> RECORD SET
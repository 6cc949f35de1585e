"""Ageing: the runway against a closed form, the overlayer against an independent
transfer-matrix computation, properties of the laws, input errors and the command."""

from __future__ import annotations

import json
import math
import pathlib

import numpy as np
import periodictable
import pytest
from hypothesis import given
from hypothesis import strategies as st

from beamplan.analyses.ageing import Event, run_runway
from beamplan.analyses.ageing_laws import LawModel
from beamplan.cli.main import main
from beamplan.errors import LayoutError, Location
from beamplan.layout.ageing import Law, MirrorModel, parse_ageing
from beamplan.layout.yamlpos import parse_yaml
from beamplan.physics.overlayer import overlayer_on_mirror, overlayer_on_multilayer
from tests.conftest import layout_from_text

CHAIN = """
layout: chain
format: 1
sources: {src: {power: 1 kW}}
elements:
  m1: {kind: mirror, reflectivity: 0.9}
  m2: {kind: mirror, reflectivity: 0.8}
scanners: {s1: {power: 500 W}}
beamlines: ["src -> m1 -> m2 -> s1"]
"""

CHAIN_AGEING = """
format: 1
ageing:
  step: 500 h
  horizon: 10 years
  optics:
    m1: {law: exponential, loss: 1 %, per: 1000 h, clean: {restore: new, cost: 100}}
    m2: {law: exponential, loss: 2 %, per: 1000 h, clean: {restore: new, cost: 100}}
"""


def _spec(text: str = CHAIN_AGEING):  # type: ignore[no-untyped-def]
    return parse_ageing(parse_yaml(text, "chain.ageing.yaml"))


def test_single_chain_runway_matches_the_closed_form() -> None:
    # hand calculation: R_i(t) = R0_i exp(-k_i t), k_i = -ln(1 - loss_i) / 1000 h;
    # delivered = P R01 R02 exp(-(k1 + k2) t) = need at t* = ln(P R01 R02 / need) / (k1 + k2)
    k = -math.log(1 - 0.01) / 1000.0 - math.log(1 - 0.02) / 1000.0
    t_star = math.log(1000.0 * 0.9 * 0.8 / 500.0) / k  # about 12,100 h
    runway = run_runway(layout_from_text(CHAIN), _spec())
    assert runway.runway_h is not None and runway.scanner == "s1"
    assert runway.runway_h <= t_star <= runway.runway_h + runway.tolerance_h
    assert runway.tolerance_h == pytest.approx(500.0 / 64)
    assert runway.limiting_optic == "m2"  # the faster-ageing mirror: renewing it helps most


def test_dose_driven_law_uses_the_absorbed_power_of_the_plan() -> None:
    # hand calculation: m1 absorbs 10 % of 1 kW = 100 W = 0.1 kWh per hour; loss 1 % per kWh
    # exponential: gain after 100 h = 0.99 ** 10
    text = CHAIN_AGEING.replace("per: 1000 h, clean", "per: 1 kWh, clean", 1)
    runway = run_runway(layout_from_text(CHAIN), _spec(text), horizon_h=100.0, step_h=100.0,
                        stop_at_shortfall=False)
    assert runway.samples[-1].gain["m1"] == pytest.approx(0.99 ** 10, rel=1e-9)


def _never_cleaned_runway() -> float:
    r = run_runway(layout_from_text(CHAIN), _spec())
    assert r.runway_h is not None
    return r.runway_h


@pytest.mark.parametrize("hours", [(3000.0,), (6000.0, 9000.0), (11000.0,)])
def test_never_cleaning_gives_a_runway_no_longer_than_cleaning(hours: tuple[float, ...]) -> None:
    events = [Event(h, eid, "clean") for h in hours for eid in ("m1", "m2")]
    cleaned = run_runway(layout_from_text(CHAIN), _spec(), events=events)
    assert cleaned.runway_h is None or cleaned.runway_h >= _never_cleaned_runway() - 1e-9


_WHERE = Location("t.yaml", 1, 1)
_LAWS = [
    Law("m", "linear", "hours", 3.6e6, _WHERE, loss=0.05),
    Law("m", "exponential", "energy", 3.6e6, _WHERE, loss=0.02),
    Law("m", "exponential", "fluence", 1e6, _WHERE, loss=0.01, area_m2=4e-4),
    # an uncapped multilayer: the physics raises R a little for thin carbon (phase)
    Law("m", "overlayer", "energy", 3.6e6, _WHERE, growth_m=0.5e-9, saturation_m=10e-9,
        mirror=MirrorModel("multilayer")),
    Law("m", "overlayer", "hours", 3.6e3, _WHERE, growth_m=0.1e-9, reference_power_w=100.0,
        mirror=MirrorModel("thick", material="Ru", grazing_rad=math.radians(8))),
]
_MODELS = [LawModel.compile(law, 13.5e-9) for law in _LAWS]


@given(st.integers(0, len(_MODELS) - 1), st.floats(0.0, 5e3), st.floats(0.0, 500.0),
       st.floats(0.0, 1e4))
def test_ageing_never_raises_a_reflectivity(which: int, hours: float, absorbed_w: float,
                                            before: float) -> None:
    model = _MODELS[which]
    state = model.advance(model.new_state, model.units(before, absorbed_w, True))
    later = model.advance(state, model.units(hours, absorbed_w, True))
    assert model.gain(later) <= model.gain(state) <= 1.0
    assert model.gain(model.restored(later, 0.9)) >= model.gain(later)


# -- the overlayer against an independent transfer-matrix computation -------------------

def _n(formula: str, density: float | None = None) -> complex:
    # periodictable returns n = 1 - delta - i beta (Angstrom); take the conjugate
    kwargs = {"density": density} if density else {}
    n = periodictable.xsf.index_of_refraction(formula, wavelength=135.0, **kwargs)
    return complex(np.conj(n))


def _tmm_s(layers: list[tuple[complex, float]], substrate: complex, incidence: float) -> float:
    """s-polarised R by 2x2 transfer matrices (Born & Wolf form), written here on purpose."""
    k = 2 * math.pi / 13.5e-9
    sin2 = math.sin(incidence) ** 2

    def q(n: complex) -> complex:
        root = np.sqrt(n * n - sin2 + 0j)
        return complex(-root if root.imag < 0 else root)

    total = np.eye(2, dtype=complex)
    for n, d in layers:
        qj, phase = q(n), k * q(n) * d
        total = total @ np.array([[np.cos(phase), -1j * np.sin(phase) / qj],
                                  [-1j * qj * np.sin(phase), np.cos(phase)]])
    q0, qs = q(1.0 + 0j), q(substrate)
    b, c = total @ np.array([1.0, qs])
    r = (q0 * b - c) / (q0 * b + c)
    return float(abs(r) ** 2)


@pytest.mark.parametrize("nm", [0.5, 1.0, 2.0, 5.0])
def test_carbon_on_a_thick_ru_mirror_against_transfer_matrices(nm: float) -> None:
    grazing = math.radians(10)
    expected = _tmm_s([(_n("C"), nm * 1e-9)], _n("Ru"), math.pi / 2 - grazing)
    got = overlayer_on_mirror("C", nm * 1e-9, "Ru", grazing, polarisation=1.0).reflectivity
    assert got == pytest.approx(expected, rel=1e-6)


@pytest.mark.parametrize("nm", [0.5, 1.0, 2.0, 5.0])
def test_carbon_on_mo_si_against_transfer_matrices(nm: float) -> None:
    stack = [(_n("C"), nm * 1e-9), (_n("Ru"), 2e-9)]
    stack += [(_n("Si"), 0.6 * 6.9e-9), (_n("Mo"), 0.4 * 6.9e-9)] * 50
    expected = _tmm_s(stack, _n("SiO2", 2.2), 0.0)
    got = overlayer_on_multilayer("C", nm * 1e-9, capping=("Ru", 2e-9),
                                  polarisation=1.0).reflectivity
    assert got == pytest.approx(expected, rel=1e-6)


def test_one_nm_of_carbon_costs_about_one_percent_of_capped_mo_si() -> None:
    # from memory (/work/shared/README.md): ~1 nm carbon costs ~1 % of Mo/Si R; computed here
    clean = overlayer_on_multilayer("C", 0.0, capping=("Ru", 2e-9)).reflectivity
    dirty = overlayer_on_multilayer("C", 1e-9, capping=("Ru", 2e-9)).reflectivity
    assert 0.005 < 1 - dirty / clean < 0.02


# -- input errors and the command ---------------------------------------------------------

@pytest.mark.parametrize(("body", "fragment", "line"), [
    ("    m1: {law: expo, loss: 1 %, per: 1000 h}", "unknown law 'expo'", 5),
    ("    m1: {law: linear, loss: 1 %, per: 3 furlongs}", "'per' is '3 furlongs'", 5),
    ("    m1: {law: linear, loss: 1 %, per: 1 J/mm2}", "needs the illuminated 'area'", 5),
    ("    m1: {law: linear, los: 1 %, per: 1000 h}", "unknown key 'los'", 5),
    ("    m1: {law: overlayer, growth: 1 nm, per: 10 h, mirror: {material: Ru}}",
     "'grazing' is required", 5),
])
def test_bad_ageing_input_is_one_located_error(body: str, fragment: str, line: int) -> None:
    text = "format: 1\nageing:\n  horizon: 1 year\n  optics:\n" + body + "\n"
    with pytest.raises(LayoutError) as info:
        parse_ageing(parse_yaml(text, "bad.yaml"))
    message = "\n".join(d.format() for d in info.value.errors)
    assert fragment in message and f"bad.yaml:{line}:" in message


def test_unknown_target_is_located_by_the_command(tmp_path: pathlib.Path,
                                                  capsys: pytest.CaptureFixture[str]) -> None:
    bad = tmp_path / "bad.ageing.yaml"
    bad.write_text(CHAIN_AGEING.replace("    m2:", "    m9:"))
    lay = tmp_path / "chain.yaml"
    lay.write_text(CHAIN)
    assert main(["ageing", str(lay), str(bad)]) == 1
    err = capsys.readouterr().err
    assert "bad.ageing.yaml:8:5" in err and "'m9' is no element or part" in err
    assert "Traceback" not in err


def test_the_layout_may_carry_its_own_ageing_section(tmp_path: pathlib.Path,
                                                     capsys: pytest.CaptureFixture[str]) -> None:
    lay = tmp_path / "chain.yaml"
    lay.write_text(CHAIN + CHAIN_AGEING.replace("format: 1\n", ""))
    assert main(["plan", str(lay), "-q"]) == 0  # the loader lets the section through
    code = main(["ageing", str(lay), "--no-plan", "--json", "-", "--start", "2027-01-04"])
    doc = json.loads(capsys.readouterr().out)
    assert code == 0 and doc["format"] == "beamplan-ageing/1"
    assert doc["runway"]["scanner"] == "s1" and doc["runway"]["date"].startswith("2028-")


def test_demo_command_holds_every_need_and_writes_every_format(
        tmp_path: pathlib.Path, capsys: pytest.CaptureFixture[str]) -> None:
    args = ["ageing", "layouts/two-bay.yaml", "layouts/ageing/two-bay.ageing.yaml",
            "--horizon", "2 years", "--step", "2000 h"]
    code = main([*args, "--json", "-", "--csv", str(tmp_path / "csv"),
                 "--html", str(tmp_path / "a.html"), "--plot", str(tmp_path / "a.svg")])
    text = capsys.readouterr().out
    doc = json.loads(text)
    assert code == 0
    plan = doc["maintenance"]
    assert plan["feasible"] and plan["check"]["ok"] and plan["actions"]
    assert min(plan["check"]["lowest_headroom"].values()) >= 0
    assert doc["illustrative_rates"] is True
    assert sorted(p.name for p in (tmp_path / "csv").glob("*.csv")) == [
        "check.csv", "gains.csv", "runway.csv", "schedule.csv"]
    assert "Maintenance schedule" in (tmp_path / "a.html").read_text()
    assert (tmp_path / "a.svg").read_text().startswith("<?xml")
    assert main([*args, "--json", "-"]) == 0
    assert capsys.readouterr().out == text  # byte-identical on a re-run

> TO DO
After locating the line holding "assert 0.005 < 1 - dirty / clean < 0.02" above, output exactly that line and every line after it through the line holding "1 %, per: 3". Include nothing else.

> TASK OUTPUT
    assert 0.005 < 1 - dirty / clean < 0.02


# -- input errors and the command ---------------------------------------------------------

@pytest.mark.parametrize(("body", "fragment", "line"), [
    ("    m1: {law: expo, loss: 1 %, per: 1000 h}", "unknown law 'expo'", 5),
    ("    m1: {law: linear, loss: 1 %, per: 3 furlongs}", "'per' is '3 furlongs'", 5),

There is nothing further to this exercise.